Stored items
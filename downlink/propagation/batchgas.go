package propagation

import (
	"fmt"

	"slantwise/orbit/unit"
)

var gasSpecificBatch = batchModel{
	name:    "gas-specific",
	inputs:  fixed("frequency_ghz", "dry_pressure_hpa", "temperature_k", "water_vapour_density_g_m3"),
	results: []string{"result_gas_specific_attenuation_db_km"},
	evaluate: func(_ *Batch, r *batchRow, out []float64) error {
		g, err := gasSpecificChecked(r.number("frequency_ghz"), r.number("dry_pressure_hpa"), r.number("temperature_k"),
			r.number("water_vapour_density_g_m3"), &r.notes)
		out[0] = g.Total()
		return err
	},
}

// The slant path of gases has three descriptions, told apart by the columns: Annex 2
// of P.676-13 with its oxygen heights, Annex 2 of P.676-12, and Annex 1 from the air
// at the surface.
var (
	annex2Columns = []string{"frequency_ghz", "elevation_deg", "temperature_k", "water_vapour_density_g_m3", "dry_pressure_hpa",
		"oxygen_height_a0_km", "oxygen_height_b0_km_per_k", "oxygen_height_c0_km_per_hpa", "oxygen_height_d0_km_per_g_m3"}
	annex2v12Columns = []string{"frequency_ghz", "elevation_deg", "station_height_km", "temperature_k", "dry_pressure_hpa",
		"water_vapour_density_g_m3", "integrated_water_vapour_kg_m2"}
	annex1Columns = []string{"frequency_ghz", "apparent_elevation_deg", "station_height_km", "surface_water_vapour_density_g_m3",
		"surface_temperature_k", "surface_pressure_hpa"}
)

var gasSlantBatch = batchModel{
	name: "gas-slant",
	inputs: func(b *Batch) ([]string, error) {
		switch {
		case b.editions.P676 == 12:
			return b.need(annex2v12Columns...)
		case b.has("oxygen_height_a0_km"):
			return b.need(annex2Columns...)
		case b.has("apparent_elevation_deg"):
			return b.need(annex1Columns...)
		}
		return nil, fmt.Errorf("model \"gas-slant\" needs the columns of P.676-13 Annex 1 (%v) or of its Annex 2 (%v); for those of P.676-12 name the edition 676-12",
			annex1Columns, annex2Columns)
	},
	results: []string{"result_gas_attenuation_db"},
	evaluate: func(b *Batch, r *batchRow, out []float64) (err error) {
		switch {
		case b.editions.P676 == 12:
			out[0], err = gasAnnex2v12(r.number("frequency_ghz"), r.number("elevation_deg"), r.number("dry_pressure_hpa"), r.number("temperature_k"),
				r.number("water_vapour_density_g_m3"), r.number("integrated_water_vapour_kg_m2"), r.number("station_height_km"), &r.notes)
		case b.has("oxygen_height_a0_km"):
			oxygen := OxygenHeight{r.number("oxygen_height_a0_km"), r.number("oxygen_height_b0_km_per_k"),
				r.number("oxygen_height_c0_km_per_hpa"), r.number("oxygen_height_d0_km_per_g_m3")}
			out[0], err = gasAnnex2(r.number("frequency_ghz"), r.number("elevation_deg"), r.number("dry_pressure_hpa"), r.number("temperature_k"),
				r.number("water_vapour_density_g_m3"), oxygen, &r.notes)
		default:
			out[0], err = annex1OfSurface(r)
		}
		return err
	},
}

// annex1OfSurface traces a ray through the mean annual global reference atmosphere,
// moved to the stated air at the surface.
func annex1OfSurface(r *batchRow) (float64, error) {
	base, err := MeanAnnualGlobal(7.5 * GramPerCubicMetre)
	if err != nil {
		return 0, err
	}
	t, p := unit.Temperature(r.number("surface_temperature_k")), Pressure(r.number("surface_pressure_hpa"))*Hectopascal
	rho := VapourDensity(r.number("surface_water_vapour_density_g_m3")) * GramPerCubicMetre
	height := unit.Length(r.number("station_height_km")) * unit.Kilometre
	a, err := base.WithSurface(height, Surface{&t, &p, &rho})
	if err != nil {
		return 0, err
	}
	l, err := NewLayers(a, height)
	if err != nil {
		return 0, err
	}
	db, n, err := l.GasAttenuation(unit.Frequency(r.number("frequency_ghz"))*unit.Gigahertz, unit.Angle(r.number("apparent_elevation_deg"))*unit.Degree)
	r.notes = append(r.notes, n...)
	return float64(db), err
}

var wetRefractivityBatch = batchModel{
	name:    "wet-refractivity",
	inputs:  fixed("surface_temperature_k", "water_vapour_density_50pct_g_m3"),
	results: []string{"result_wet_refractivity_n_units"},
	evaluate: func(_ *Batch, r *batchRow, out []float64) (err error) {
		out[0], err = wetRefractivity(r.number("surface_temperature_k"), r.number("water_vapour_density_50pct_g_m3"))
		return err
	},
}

(REQUIREMENT) Only a number is wanted here: the count of lines in the data that contain the string "results".

(EXPECTED OUTPUT) 3